Role of FA kinase in S. aureus PG molecular species composition in the infected thigh. The thigh lipid samples were separated by solid-phase extraction, and the PG molecular species containing 15:0 were detected using mass spectrometry by scanning for parent ions that lose m/z 241 corresponding to the loss of a 15:0 FA. The identities of the FAs in the 1 and 2 positions (blue) are shown in panels A and B for each molecular species (black). (A) Wild-type strain AH1263 grown in rich laboratory medium. (B) Strain AH1263 PG recovered from an infected thigh. (C) Strain JLB2 (ΔfakA) PG recovered from an infected thigh. (D) Strain JLB31 (ΔfakB1 ΔfakB2) PG recovered from an infected thigh. (E) Strain JLB27 (ΔfakB1) PG recovered from an infected thigh. (F) Strain JLB30 (ΔfakB2) PG recovered from an infected thigh. Representative spectra are shown, and the triplicate results are tabulated in Table S1 in the supplemental material. The peak labeled “X” is not a PG molecular species.

FIG 4

Impact of exogenous FAs on PG molecular species. Strains were grown in defined media (described in Materials and Methods) plus 0.1% Brij-58 and with or without 500 μM FAs.
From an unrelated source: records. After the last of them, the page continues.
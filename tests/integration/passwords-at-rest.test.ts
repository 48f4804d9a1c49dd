import { afterAll, describe, expect, test } from "vitest";
import { createDatabase } from "#server/db/database.server";
import { User } from "#models/index";
import { signUpNewOrganisation } from "../support/client";

const sequelize = createDatabase(process.env.DATABASE_URL!);
afterAll(() => sequelize.close());

describe("Passwords at rest", () => {
  // OWASP Password Storage Cheat Sheet: argon2id, m = 19456 KiB, t = 2, p = 1.
  test("A new user's password is stored as an argon2id hash with the OWASP parameters", async () => {
    const { email } = await signUpNewOrganisation("hash");
    const user = await User.findOne({ where: { email } });
    expect(user?.passwordHash).toMatch(/^\$argon2id\$v=19\$m=19456,t=2,p=1\$/);
    expect(user?.passwordHash).not.toContain("quiet harbour");
  });

  test("The audit log refuses updates and deletes", async () => {
    await expect(sequelize.query("UPDATE audit_events SET action = 'tampered'")).rejects.toThrow(/append-only/);
    await expect(sequelize.query("DELETE FROM audit_events")).rejects.toThrow(/append-only/);
  });
});
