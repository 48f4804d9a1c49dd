// CSV (RFC 4180) in and out through the csv-parse and csv-stringify packages. Pure: text in,
// text out, no I/O. The CLI's --probes file, the shared-objects import and the analysis
// downloads all go through here.

import { CsvError, parse } from "csv-parse/sync";
import { stringify } from "csv-stringify/sync";

export type CsvValue = string | number | bigint | null | undefined;

/** A record with the line of the input it starts on (1-based). */
export type CsvRecord = { readonly line: number; readonly fields: string[] };

/** Text that is not well-formed CSV; the message says where and what to change. */
export class CsvSyntaxError extends Error {
  override name = "CsvSyntaxError";
  constructor(
    message: string,
    /** 1-based line of the input where the reader stopped. */
    readonly line: number,
  ) {
    super(message);
  }
}

// The package's own messages name its internals ("field 0", "trimable character"); ours say
// what to change in the file.
const PROBLEMS: Readonly<Record<string, string>> = {
  INVALID_OPENING_QUOTE: "a double quote inside an unquoted field; put the whole field in double quotes and double each quote inside it",
  CSV_INVALID_CLOSING_QUOTE: "text after a closing double quote; a quote inside a quoted field must be doubled",
  CSV_QUOTE_NOT_CLOSED: "a quoted field is never closed; a quote inside a quoted field must be doubled",
};

/**
 * Rows of fields. Quoted fields may hold commas, doubled quotes and line breaks; records end
 * with CRLF, LF or CR, even mixed in one file (RFC 4180 §2; LF for files saved on Unix); a
 * trailing line break makes no empty row, but an empty line inside the text is a row of one
 * empty field, so row numbers match the lines people see. Rows may differ in length (callers
 * report that themselves). A leading byte-order mark, as spreadsheets write, is dropped.
 * Throws CsvSyntaxError for a stray or unclosed quote.
 */
export function parseCsv(text: string): string[][] {
  return parseCsvRecords(text).map((record) => record.fields);
}

/**
 * As parseCsv, each record with the line it starts on, so a report can point at the line people
 * see even when a quoted field above it spans several lines.
 */
export function parseCsvRecords(text: string): CsvRecord[] {
  try {
    // The line each record ends on (the parser counts the lines read so far); the next starts after it.
    const ends: number[] = [];
    const records = parse(text, {
      bom: true,
      relax_column_count: true,
      record_delimiter: ["\r\n", "\n", "\r"],
      on_record: (record, context) => {
        ends.push(context.lines);
        return record;
      },
    });
    return records.map((fields, index) => ({ line: index === 0 ? 1 : ends[index - 1] + 1, fields }));
  } catch (error) {
    if (!(error instanceof CsvError)) throw error;
    const line = typeof error.lines === "number" ? error.lines : 1;
    throw new CsvSyntaxError(`line ${line}: ${PROBLEMS[error.code] ?? error.message}`, line);
  }
}

// OWASP "CSV injection": a spreadsheet runs text that starts with = + - @, tab or CR as a
// formula; a leading apostrophe makes it plain text. Numbers are written as they are.
const FORMULA_START = /^[=+\-@\t\r]/;

/**
 * Rows as CSV text: CRLF after every record, the last included (RFC 4180 §2.1–2.2); a field is
 * quoted when it holds a comma, a double quote, CR or LF, with quotes doubled (§2.5–2.7).
 * null and undefined are empty fields.
 */
export function toCsv(rows: readonly (readonly CsvValue[])[]): string {
  return stringify(
    rows.map((row) => [...row]),
    {
      record_delimiter: "windows",
      // The package quotes a field holding the record delimiter (CRLF) but not a lone CR or LF.
      quoted_match: /[\r\n]/,
      cast: { string: (value) => (FORMULA_START.test(value) ? `'${value}` : value) },
    },
  );
}

/** One field as toCsv writes it. */
export function csvField(value: CsvValue): string {
  return toCsv([[value]]).slice(0, -2);
}
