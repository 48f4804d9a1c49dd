import { data, Form, Link, redirect, useNavigation } from "react-router";
import type { Route } from "./+types/confirm-email";
import { serializeFlash } from "#server/auth/flash.server";
import { signedInOf } from "#server/auth/guard.server";
import { readForm } from "#server/http/form.server";
import { clientAddressOf } from "#server/http/request-context.server";
import { refusedForm } from "#server/http/refusals.server";
import { confirmEmailChange, findEmailChange } from "#server/services/account.server";
import { Button } from "#app/components/ui/button";
import { FormError } from "#app/components/ui/field";

export const meta: Route.MetaFunction = () => [{ title: "Confirm your new e-mail address · Sallyport" }];

const EXPIRED = "This confirmation link has expired or was used already. Ask for a new one on your account page.";

// Opening the link only asks; the change is a POST, so a mail scanner that fetches links
// cannot spend it. Signing in is not needed: the link itself shows the address is yours.
export async function loader({ params }: Route.LoaderArgs) {
  const change = await findEmailChange(params.token);
  if (!change) throw data({ message: EXPIRED }, { status: 404 });
  return { newEmail: change.newEmail };
}

export async function action({ request, params, context }: Route.ActionArgs) {
  await readForm(request);
  let changed: Awaited<ReturnType<typeof confirmEmailChange>>;
  try {
    changed = await confirmEmailChange(params.token, clientAddressOf(context));
  } catch (error) {
    return refusedForm(error, {});
  }
  if (!changed) return data({ ok: false as const, errors: { form: EXPIRED } }, { status: 404 });
  const signedIn = signedInOf(context);
  const flash = await serializeFlash({ kind: "success", message: `You now sign in with ${changed.to}.` });
  throw redirect(signedIn?.user.id === changed.userId ? "/account" : "/login", { headers: { "Set-Cookie": flash } });
}

export default function ConfirmEmail({ loaderData, actionData }: Route.ComponentProps) {
  const navigation = useNavigation();
  return (
    <>
      <h1 className="text-display">Confirm your new e-mail address</h1>
      <p className="mt-2 text-sm text-ink-muted">
        Your Sallyport account will sign in with <strong className="text-ink">{loaderData.newEmail}</strong> from now on. We will tell your old address.
      </p>
      <Form method="post" className="mt-8 space-y-5">
        <FormError message={actionData?.errors.form} />
        {actionData?.errors.form ? (
          <p className="text-sm">
            <Link to="/account" className="underline">
              Go to your account
            </Link>
          </p>
        ) : null}
        <Button type="submit" className="w-full" disabled={navigation.state === "submitting"}>
          Use this address
        </Button>
      </Form>
    </>
  );
}
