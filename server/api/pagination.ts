// Cursor pagination for the REST API's lists: `?limit=` (1–200, default 50) and `?cursor=`
// from the previous page's `nextCursor`. A cursor is opaque to callers: the sort key of the last
// item given (and, for lists that belong to one revision, that revision, so a page never mixes
// two). Keyset paging over the list's own order, so an item added or removed between two pages
// neither repeats nor skips the others.
import { z } from "zod";
import { Refusal } from "../errors.ts";

export const PAGE_LIMIT_DEFAULT = 50;
export const PAGE_LIMIT_MAX = 200;

export const PageQuerySchema = z.object({
  limit: z.coerce
    .number({ message: "must be a whole number" })
    .int("must be a whole number")
    .min(1, "must be at least 1")
    .max(PAGE_LIMIT_MAX, `must be at most ${PAGE_LIMIT_MAX}`)
    .default(PAGE_LIMIT_DEFAULT)
    .meta({ description: `How many items per page (1–${PAGE_LIMIT_MAX}, default ${PAGE_LIMIT_DEFAULT}).` }),
  cursor: z
    .string()
    .max(400, "is not a cursor this API gave")
    .regex(/^[A-Za-z0-9_-]+$/, "is not a cursor this API gave")
    .optional()
    .meta({ description: "The `nextCursor` of the previous page; omit it for the first page." }),
});

export type PageQuery = z.output<typeof PageQuerySchema>;

/** A page of a list: its items and the cursor of the next page (null on the last). */
export function pageSchema<Item extends z.ZodType>(item: Item, id: string, description: string) {
  return z.object({ items: z.array(item), nextCursor: z.string().nullable().meta({ description: "Pass as `cursor` for the next page; null on the last page." }) }).meta({ id, description });
}

type Key = string | number;
type CursorPayload = { after: Key; pin: string };

export function encodeCursor(after: Key, pin = ""): string {
  return Buffer.from(JSON.stringify({ after, pin } satisfies CursorPayload)).toString("base64url");
}

/** The cursor's payload, or a message for the `cursor` parameter's 400. */
export function decodeCursor(cursor: string): CursorPayload | { problem: string } {
  try {
    const value: unknown = JSON.parse(Buffer.from(cursor, "base64url").toString("utf8"));
    if (typeof value === "object" && value !== null && "after" in value && "pin" in value && (typeof value.after === "string" || typeof value.after === "number") && typeof value.pin === "string") {
      return { after: value.after, pin: value.pin };
    }
  } catch {
    // fall through
  }
  return { problem: "is not a cursor this API gave" };
}

function cursorRefusal(message: string, status: 400 | 409): Refusal {
  return new Refusal(`The cursor ${message}.`, status, { field: "cursor", issues: [{ path: "cursor", message }] });
}

/**
 * One page of `items`, which are in the list's order of `keyOf` (ascending, or descending when
 * `descending`). `pin` names what the list belongs to (a revision); a cursor from another pin is
 * refused, since its positions would mean something else.
 */
export function pageOf<T>(items: readonly T[], keyOf: (item: T) => Key, query: PageQuery, options: { descending?: boolean; pin?: string } = {}): { items: T[]; nextCursor: string | null } {
  const pin = options.pin ?? "";
  let start = 0;
  if (query.cursor) {
    const decoded = decodeCursor(query.cursor);
    if ("problem" in decoded) throw cursorRefusal(decoded.problem, 400);
    if (decoded.pin !== pin) throw cursorRefusal("was made for another revision of this list; start again without a cursor", 409);
    const after = decoded.after;
    const beyond = (key: Key) => (typeof key === typeof after ? (options.descending ? key < after : key > after) : false);
    start = items.findIndex((item) => beyond(keyOf(item)));
    if (start < 0) start = items.length;
  }
  const page = items.slice(start, start + query.limit);
  const more = start + query.limit < items.length;
  return { items: page, nextCursor: more && page.length > 0 ? encodeCursor(keyOf(page[page.length - 1]), pin) : null };
}
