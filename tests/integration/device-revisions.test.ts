import { randomUUID } from "node:crypto";
import { afterAll, beforeAll, describe, expect, test } from "vitest";
import { Device, DeviceRevision, Organisation, RevisionAnalysisRecord, Site } from "#models/index";
import { getDatabase } from "#server/db/database.server";
import { withQueryTally } from "#server/db/query-log.server";
import { DeviceRevisions, deviceRevisions, elementCount } from "#server/devices/index";
import { compileModel, exposure, findingKey, findings, trace, type VersionOneModel } from "#server/engine/index";
import { revisionAnalysisQueue } from "#server/jobs/revision-analysis.server";
import { stopJobQueue } from "#server/jobs/job-queue.server";
import { createDevice, saveEdit } from "#server/services/devices.server";
import type { AuditActor } from "#server/services/audit.server";

// The device-revision repository against the real test database: one home for "this
// organisation's device at this revision", with caches it owns and bounds it keeps.

const sequelize = getDatabase();
afterAll(async () => {
  await stopJobQueue();
  await sequelize.close();
});

const actor: AuditActor = { userId: null, email: "repository-test@test.example", clientAddress: "192.0.2.10" };
let organisationId = "";
let otherOrganisationId = "";
const deviceIds: string[] = [];

/** An invented device with a documentation-range (RFC 5737) outside address. */
function documentNamed(name: string, outside = "203.0.113.9/24") {
  return {
    schemaVersion: 2,
    device: { name },
    interfaces: [{ name: "outside", role: "wan", addresses: [outside], listeners: ["https", "ssh"] }],
    inboundRules: [{ id: "r1", interface: "any", sources: ["any"], destinations: ["any"], services: ["ssh"], action: "deny" }],
    accounts: [{ name: "harbour-ops", secondFactor: "totp" }],
  };
}

beforeAll(async () => {
  const suffix = randomUUID().slice(0, 8);
  const organisation = await Organisation.create({ slug: `repository-${suffix}`, name: "Repository test" });
  const other = await Organisation.create({ slug: `repository-other-${suffix}`, name: "Repository test (other)" });
  organisationId = organisation.id;
  otherOrganisationId = other.id;
  const site = await Site.create({ organisationId, name: "Pier office", customer: "", location: "" });
  for (const name of ["pier-a", "pier-b", "pier-c"]) deviceIds.push((await createDevice(organisationId, site.id, documentNamed(name), actor, "created")).id);
});

describe("The device-revision repository", () => {
  test("A device is found only in its own organisation, only by a UUID, and only at a revision it has", async () => {
    const repository = new DeviceRevisions();
    expect((await repository.find(organisationId, deviceIds[0]))?.device.name).toBe("pier-a");
    expect(await repository.find(otherOrganisationId, deviceIds[0])).toBeNull();
    expect(await repository.find(organisationId, "not-a-uuid")).toBeNull();
    expect(await repository.find(organisationId, deviceIds[0], { revisionNumber: 2 })).toBeNull();
  });

  test("A warm read is one query, a cold one two, and both give the same typed document", async () => {
    const repository = new DeviceRevisions();
    const cold = await withQueryTally(() => repository.find(organisationId, deviceIds[1]));
    const warm = await withQueryTally(() => repository.find(organisationId, deviceIds[1]));
    expect(cold.tally.count).toBe(2);
    expect(warm.tally.count).toBe(1);
    expect(warm.result?.document).toEqual(cold.result?.document);
    expect(warm.result?.document.interfaces[0].addresses).toEqual(["203.0.113.9/24"]);
    // The same analysis object, so the compiled model is built once and shared.
    expect(warm.result?.analysis).toBe(cold.result?.analysis);
  });

  test("The cache keeps at most its bound of revisions and evicts the least recently used", async () => {
    const repository = new DeviceRevisions({ maxRevisions: 2, maxElements: 10_000, maxFindings: 10 });
    for (const id of deviceIds) await repository.find(organisationId, id);
    expect(repository.cachedRevisions).toBe(2);
    // pier-a was used least recently and went first: reading it again costs the document query.
    const again = await withQueryTally(() => repository.find(organisationId, deviceIds[0]));
    expect(again.tally.count).toBe(2);
    const recent = await withQueryTally(() => repository.find(organisationId, deviceIds[2]));
    expect(recent.tally.count).toBe(1);
  });

  test("The cache is bounded by model size too: one huge revision cannot crowd out memory", async () => {
    const size = elementCount((await new DeviceRevisions().find(organisationId, deviceIds[0]))!.effective);
    // Room for two of these small devices by size, though ten by count.
    const repository = new DeviceRevisions({ maxRevisions: 10, maxElements: 2 * size + 1, maxFindings: 10 });
    for (const id of deviceIds) await repository.find(organisationId, id);
    expect(repository.cachedRevisions).toBe(2);
  });

  test("Saving returns before the analysis; the background job then stores the summary and the findings", async () => {
    const saved = await saveEdit(
      organisationId,
      deviceIds[2],
      1,
      (document) => ({ ...document, interfaces: document.interfaces.map((entry) => ({ ...entry, addresses: ["198.51.100.9/24"] })) }),
      actor,
      "moved the outside address",
    );
    expect(saved.number).toBe(2);
    await revisionAnalysisQueue.idle();
    const found = await deviceRevisions.find(organisationId, deviceIds[2]);
    expect(found?.revision.number).toBe(2);
    // The job ran in a job worker (the suite's server process): what it stored is read back with the revision.
    expect(found?.revision.analysisRecord?.findingKeys).toEqual((await deviceRevisions.findingsFor(found!)).map((finding) => [findingKey(finding), finding.severity]));
    // https listens on outside and only ssh is denied: a documentation source (RFC 5737) gets a login that asks for the second factor.
    expect(found?.revision.analysisRecord?.worstOutsideOutcome).toBe("login-mfa");
    // RFC 5737: 198.51.100.0/24 is TEST-NET-2; the probe arrives (layer 1) and is stopped by r1's deny (layer 2).
    const result = trace(found!.analysis.compiled, { from: "192.0.2.50", interface: "outside", service: "ssh", to: "198.51.100.9" });
    expect(result.outcome).toBe("silent");
    expect(result.ruleId).toBe("r1");
  });

  test("The background job's work compiles a saved revision on the one it was saved on, re-using its rule partitions, and answers as a fresh compile", async () => {
    const before = await deviceRevisions.find(organisationId, deviceIds[0]);
    // Analyse the current revision as the pages would, so it is compiled and in memory.
    expect(before?.analysis.findings.length).toBeGreaterThanOrEqual(0);
    const saved = await saveEdit(
      organisationId,
      deviceIds[0],
      before!.revision.number,
      (document) => ({
        ...document,
        inboundRules: [{ id: "r0", interface: "any", sources: ["any"], destinations: ["any"], services: ["https"], action: "deny", enabled: false }, ...document.inboundRules],
      }),
      actor,
      "added a disabled rule",
    );
    // The queued job ran in another process; this process does the job's work again, as a job
    // worker that analysed the previous revision would: its compiled model is in memory here.
    await revisionAnalysisQueue.idle();
    const saveRecord = await DeviceRevision.findOne({ where: { deviceId: deviceIds[0], number: saved.number } });
    await RevisionAnalysisRecord.destroy({ where: { revisionId: saveRecord!.id } });
    expect(await deviceRevisions.analyseSaved(saveRecord!.id)).toBe(true);
    const after = await deviceRevisions.find(organisationId, deviceIds[0]);
    expect(after?.revision.number).toBe(saved.number);
    const compiled = after!.analysis.compiled;
    expect(compiled.partitionSources.reused + compiled.partitionSources.updated + compiled.partitionSources.inherited).toBeGreaterThan(0);
    expect(compiled.partitionSources.swept).toBe(0);
    // Same answer as a model compiled from nothing (RFC 5737 source; r1 denies ssh, PRODUCT.md §3 layer 2).
    const fresh = compileModel(after!.effective);
    const probe = { from: "192.0.2.50", interface: "outside", service: "ssh", at: "2026-01-05T10:00:00Z" };
    expect(trace(compiled, probe)).toEqual(trace(fresh, probe));
    expect(after!.analysis.findings).toEqual(findings(fresh));
  });

  test("A revision whose analysis is not stored yet gets it from the first reader, once", async () => {
    const found = await deviceRevisions.find(organisationId, deviceIds[1]);
    await RevisionAnalysisRecord.destroy({ where: { revisionId: found!.revision.id } });
    const repository = new DeviceRevisions();
    const unstored = (await repository.find(organisationId, deviceIds[1]))!;
    expect(unstored.revision.analysisRecord).toBeNull();
    const [summary] = await repository.summariesOf([unstored.revision]);
    expect(summary.worstOutsideOutcome).toBe("login-mfa");
    expect(summary.findingsBySeverity).toMatchObject({ high: expect.any(Number) });
    const stored = await RevisionAnalysisRecord.findByPk(found!.revision.id);
    expect(stored?.worstOutsideOutcome).toBe("login-mfa");
    // Read back with the revision: no computing needed any more.
    expect((await repository.find(organisationId, deviceIds[1]))?.revision.analysisRecord?.worstOutsideOutcome).toBe("login-mfa");
  });

  test("Every current revision of an organisation comes in at most two queries, whatever the number of devices", async () => {
    const repository = new DeviceRevisions();
    const cold = await withQueryTally(() => repository.current(organisationId));
    expect(cold.result.map((entry) => entry.device.name)).toEqual(["pier-a", "pier-b", "pier-c"]);
    expect(cold.tally.count).toBe(2);
    const warm = await withQueryTally(() => repository.current(organisationId));
    expect(warm.tally.count).toBe(1);
  });
});

describe("Revisions saved in version 1 of the document", () => {
  test("A revision stored in version 1 is read as version 2 with the same answers, and the next save writes version 2", async () => {
    const site = await Site.create({ organisationId, name: "Quay office", customer: "", location: "" });
    const written = {
      schemaVersion: 2,
      device: { name: "quay-v1" },
      interfaces: [
        { name: "uplink", role: "wan", addresses: ["203.0.113.20/24"], listeners: ["https", "ssh"] },
        { name: "oob", role: "management", addresses: ["10.99.0.1/24"], listeners: ["ssh"] },
      ],
      inboundRules: [{ id: "r1", interface: "any", sources: ["any"], destinations: ["any"], services: ["ssh"], schedule: "all-week", action: "deny" }],
      accounts: [{ name: "harbour-ops", secondFactor: "totp" }],
    };
    const device = await createDevice(organisationId, site.id, written, actor, "created");
    const first = (await new DeviceRevisions().find(organisationId, device.id))!;
    // The same document as the first release wrote it (PRODUCT.md §4: wan was outside,
    // management was mgmt, the built-in schedule all-week was always). Revisions never change,
    // so such a row stays in the database; it is inserted here as it was then.
    const versionOne: VersionOneModel = {
      ...first.document,
      schemaVersion: 1,
      interfaces: first.document.interfaces.map((entry) => ({ ...entry, role: entry.role === "wan" ? "outside" : "mgmt" })),
      inboundRules: first.document.inboundRules.map((rule) => ({ ...rule, schedule: "always" })),
    };
    await DeviceRevision.create({ deviceId: device.id, number: 2, document: versionOne, sharedObjects: first.shared, summary: first.revision.summary, message: "saved by the first release", authorUserId: null, authorEmail: actor.email });
    await Device.update({ currentRevisionNumber: 2 }, { where: { id: device.id } });

    const read = (await new DeviceRevisions().find(organisationId, device.id))!;
    expect(read.revision.number).toBe(2);
    expect(read.document).toEqual(first.document);
    expect(read.analysis.findings).toEqual(first.analysis.findings);
    expect(exposure(read.analysis.compiled)).toEqual(exposure(first.analysis.compiled));
    // The fleet's worst outcome on wan interfaces reads the upgraded roles: https answers with a second factor.
    const [summary] = await new DeviceRevisions().summariesOf([read.revision]);
    expect(summary.worstOutsideOutcome).toBe("login-mfa");

    await saveEdit(organisationId, device.id, 2, (document) => ({ ...document, accounts: [...document.accounts, { ...document.accounts[0], name: "harbour-oncall" }] }), actor, "an account added");
    await revisionAnalysisQueue.idle();
    const saved = await DeviceRevision.findOne({ where: { deviceId: device.id, number: 3 } });
    expect(saved?.document.schemaVersion).toBe(2);
    expect(saved?.document.interfaces.map((entry) => entry.role)).toEqual(["wan", "management"]);
    expect(saved?.document.inboundRules.map((rule) => rule.schedule)).toEqual(["all-week"]);
  });
});
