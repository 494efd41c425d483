import type { NextResponse } from "next/server";
import { getDb } from "@/lib/core/db";
import { parseQuery, respond } from "@/lib/api/json-route.service";
import { requireReader } from "@/lib/auth/request.service";
import { GridQuerySchema } from "@/lib/grid/query.schema";
import { listGridRows } from "@/lib/grid/grid.service";
import { ok } from "@/lib/core/result";
import { handled } from "@/lib/api/handle.service";
import { respondAtPosition } from "@/lib/api/etag.service";

/**
 * One block of a grid table for the infinite row model: rows, the filtered count and totals within the
 * filter. Every grid table's rows are records whose changes are audited, so the answer is tagged (and
 * kept) by the ledger position, in the reader's units.
 */
export const GET = handled("GET /api/grid/rows", async (request: Request): Promise<NextResponse> => {
  const who = await requireReader(request);
  if (!who.ok) return respond(who);
  const q = parseQuery(request, GridQuerySchema);
  if (!q.ok) return respond(q);
  const db = await getDb();
  return respondAtPosition(
    request,
    db,
    who.value,
    async () => ok(await listGridRows(db, who.value, q.value)),
    who.value.unitSystem,
  );
});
The identities of the FAs in the 1 and 2-positions (blue) are shown in panels A and B for each molecular species (black). (A) Strain AH1263 grown in defined medium. (B) PG molecular species of strain AH1263 grown in defined medium broth containing 500 μM 18:1. (C) Strain AH1263 grown in defined medium supplemented with 500 μM 16:0. (D) Strain JLB2 (ΔfakA) grown in defined medium containing 500 μM 18:1.

FIG 5

Impact of exogenous Ile on PG molecular species of wild-type strain AH1263. The identities of the FAs in the 1 and 2 positions (blue) are shown in panel A for each PG molecular species (black). (A) PG molecular species of strain AH1263 grown in defined medium as described in Materials and Methods containing 50 μg/ml Ile and Leu. (B) PG molecular species of strain AH1263 grown in defined medium lacking Ile. (C) PG molecular species of strain AH1263 grown in defined medium lacking Leu. (D) PG molecular species of strain AH1263 grown in defined medium lacking both Ile and Leu.